Как я сам отношусь к тому, что было? Я изолировал себя от мира, чтобы сблизиться с этим трансцендентным в себе. Такая замкнутость породила тесное сближение с моим подсознанием, и так для меня открылись символические переживания человека прошлого, который издавна проживал миф в себе.

Я находил отражение подобного опыта в опыте разных людей, писавших, говоривших о религиозном миросозерцании. Тогда я и начал смутно осознавать, что Бог это и есть то, что составляет основу нашего разума, когда мы ведем этот молчаливый диалог через совесть со своей непознанной сущностью.

С другой стороны, я также обнаружил тесную связь со злом в себе, с тем, что можно назвать дьяволом внутри нас. Я обнаружил в себе всю извращенность нашей примитивной животной сущности. Эти бесы резвились во мне, хотя они и были до поры до времени тихими, но они существовали и готовы были выбраться наружу в любой момент. Я постиг в полной мере, что только наша совесть, принцип морального сопротивления предохраняет нас от того, чтобы мы не свалились в пучину зла. Хотя иных это не останавливает. Иначе, среди нас не было бы столько морально неполноценных людей, разного рода извращенцев, убийц и воров.

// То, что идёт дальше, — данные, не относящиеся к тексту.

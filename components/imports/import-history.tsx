import { EmptyState, StatusPill, Table, TBody, Td, Th, THead, Tr } from "@/components/ui";
import { Instant } from "@/components/providers/time-zone";

export type ImportHistoryItem = {
  id: string;
  createdAt: Date;
  filename: string;
  format: "csv" | "xlsx";
  sizeBytes: number;
  dryRun: boolean;
  totalRows: number;
  created: number;
  updated: number;
  unchanged: number;
  errorCount: number;
  hasFile: boolean;
  createdByName: string | null;
};

const n = (value: number) => value.toLocaleString("en-AU");
const size = (bytes: number) => (bytes < 1024 ? `${n(bytes)} B` : bytes < 1024 * 1024 ? `${n(Math.round(bytes / 1024))} KB` : `${(bytes / (1024 * 1024)).toFixed(1)} MB`);

/** Every import and check, newest first: when, who, which file (downloadable as sent), and the counts. */
export function ImportHistory({ items }: { items: ImportHistoryItem[] }) {
  if (items.length === 0) {
    return <EmptyState title="No imports yet">Checks and imports you run appear here, with the original file.</EmptyState>;
  }
  return (
    <Table label="Import history" data-testid="import-history">
      <THead>
        <Tr>
          <Th>When</Th>
          <Th>Who</Th>
          <Th>File</Th>
          <Th>Kind</Th>
          <Th numeric>Rows</Th>
          <Th numeric>Created</Th>
          <Th numeric>Updated</Th>
          <Th numeric>Unchanged</Th>
          <Th numeric>Errors</Th>
        </Tr>
      </THead>
      <TBody>
        {items.map((item) => (
          <Tr key={item.id}>
            <Td className="whitespace-nowrap"><Instant at={item.createdAt} /></Td>
            <Td>{item.createdByName ?? "—"}</Td>
            <Td>
              {item.hasFile ? (
                <a href={`/api/imports/${item.id}/file`} download className="font-semibold text-accent underline-offset-4 hover:underline">
                  {item.filename}
                </a>
              ) : (
                item.filename
              )}
              <span className="block text-xs text-muted">
                {item.format.toUpperCase()}, {size(item.sizeBytes)}
              </span>
            </Td>
            <Td>
              {item.dryRun ? (
                <StatusPill tone="neutral" size="sm">
                  Check only
                </StatusPill>
              ) : (
                <StatusPill tone="ok" size="sm">
                  Imported
                </StatusPill>
              )}
            </Td>
            <Td numeric>{n(item.totalRows)}</Td>
            <Td numeric>{n(item.created)}</Td>
            <Td numeric>{n(item.updated)}</Td>
            <Td numeric>{n(item.unchanged)}</Td>
            <Td numeric className={item.errorCount > 0 ? "font-semibold text-danger" : undefined}>
              {n(item.errorCount)}
            </Td>
          </Tr>
        ))}
      </TBody>
    </Table>
  );
}
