export const XLSX_CONTENT_TYPE = "application/vnd.openxmlformats-officedocument.spreadsheetml.sheet";
export const contentTypeOfFormat = (format: "csv" | "xlsx") => (format === "csv" ? "text/csv; charset=utf-8" : XLSX_CONTENT_TYPE);

const PREVIEW_ROWS = 8;

// ─── Input ──────────────────────────────────────────────────────────────────────

const flag = (label: string) =>
  z
    .union([z.boolean(), z.enum(["1", "0", "true", "false", "on", ""], { error: `${label} is 1 or 0` })])
    .optional()
    .transform((v) => v === true || v === "1" || v === "true" || v === "on");

const mappingField = z.preprocess(
  (v) => (v === "" || v === null ? undefined : v),
  z
    .string()
    .max(100_000, { error: "The column mapping is too long" })
    .transform((text, ctx) => {
      try {
        return JSON.parse(text) as unknown;
      } catch {
        ctx.addIssue({ code: "custom", message: "The column mapping is not valid JSON" });
        return z.NEVER;
      }
    })
    .pipe(vehicleImportMappingSchema)
    .optional(),
);

export const importUploadInput = z.object({
  file: z.custom<Blob>((v) => typeof Blob !== "undefined" && v instanceof Blob, { error: "Choose a CSV or XLSX file to import" }),
  mapping: mappingField,
  dryRun: flag("dryRun"),
  mode: z.preprocess(
    (v) => (v === "" || v === null ? undefined : v),
    z.enum(IMPORT_MODES, { error: "Mode is all_or_nothing or good_rows" }).default("all_or_nothing"),
  ),
});

/** A file name fit to show and to offer for download: no folders, no control characters. */
export function displayFilename(name: string | undefined): string {
  const base = (name ?? "").split(/[\\/]/).pop() ?? "";
  const clean = base.replace(/[\u0000-\u001f\u007f]/g, "").trim().slice(0, 200);
  return clean === "" ? "upload" : clean;
}

export type PreparedUpload = {
  filename: string;
  bytes: Buffer;
  sizeBytes: number;
  sha256: string;
  parsed: ParsedSpreadsheet;
  mapping: Record<string, VehicleField | null> | null;
  dryRun: boolean;
  mode: ImportMode;
};

function fileRefusal(error: ImportFileError): AppError {
  const status = importFileErrorStatus(error.code);
  const code = status === 413 ? "payload_too_large" : status === 415 ? "unsupported_media_type" : "validation_failed";
  return new AppError(code, error.message, [{ field: "file", message: error.message }]);
}

/** Reads and checks the uploaded file (size, type, content) before any transaction opens. */
export const readVehicleUpload = query({
  name: "vehicle.import.read",
  input: importUploadInput,
  permission: ["manage", "Vehicle"],
  run: async ({ input }): Promise<PreparedUpload> => {
    const filename = displayFilename((input.file as Partial<File>).name);
    if (input.file.size > DEFAULT_MAX_BYTES) {
      throw fileRefusal(new ImportFileError("too_large", `${filename} is ${mebibytes(input.file.size)}; the limit is ${mebibytes(DEFAULT_MAX_BYTES)}`));
    }
    const bytes = Buffer.from(await input.file.arrayBuffer());
    let parsed: ParsedSpreadsheet;
    try {
      parsed = await parseSpreadsheet(bytes, { filename });
    } catch (error) {
      if (error instanceof ImportFileError) throw fileRefusal(error);
      throw error;
    }
    return {
      filename,
      bytes,
      sizeBytes: bytes.byteLength,
      sha256: sha256OfBytes(bytes),
      parsed,
      mapping: input.mapping ?? null,
      dryRun: input.dryRun,
      mode: input.mode,
    };
  },
});

function mebibytes(bytes: number): string {
  return `${(bytes / (1024 * 1024)).toLocaleString("en-AU", { maximumFractionDigits: 1 })} MB`;
}

// ─── Analysis: mapping, row checks, depots, plan ───────────────────────────────────

export type ImportRowError = { row: number; column: string; message: string };
export type MappingSource = "chosen" | "saved" | "automatic";

export type ImportNewPlatform = {
  make: string;
  model: string;
  variant: string | null;
  rowNumbers: number[];
  ratings: Record<PlatformRatingField, number | null>;
  missingRatings: PlatformRatingField[];
  ratingsMissing: true;
};

export type ImportRowOutcome = {
  row: number;
  action: "create" | "update" | "unchanged";
  fleetNumber: string;
  vehicleId: string | null;
  changes: { field: UpsertField; label: string; before: FieldValue; after: FieldValue }[];
  warnings: string[];
};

Я так увлекся этим самокопанием, что совсем не помнил, где я живу, среди какой опасности я нахожусь. И однажды ночью в полной темноте начался ужасный ураган с ливнем. Мою палатку снесло сильнейшим порывом ветра. Я ничего не мог разглядеть вокруг, ветер унес все мои пожитки и разбросал в радиусе десятков метров. Несколько часов шел этот ливень и дул шквальный ветер. Я не стал ничего искать, а просто потерянно вышел на берег реки и начал ждать рассвет, укрывшись с головы до ног разорванной материей палатки.

Дождь закончился под утро. Мне было очень обидно и я начал без конца жалеть себя. Несчастный, полностью продрогший и промокший, я решил возвращаться домой. Из своих вещей я нашел только две книги, которые, конечно, испортились от дождя. Эти книги я решил оставить там же.

Я простыл и ослаб в ту ночь. Возвращаться в деревню нужно было целый день, а я к тому же был еще очень голоден. Пройдя немного по лесу, я понял, что совсем забыл ориентиры пути назад. Я заблудился и это еще больше усугубило ситуацию.

В конце концов, блуждая по этому дремучему лесу, я заплакал и закричал от отчаяния. Люди часто теряются в лесу, но я даже не предполагал, что это может произойти со мной.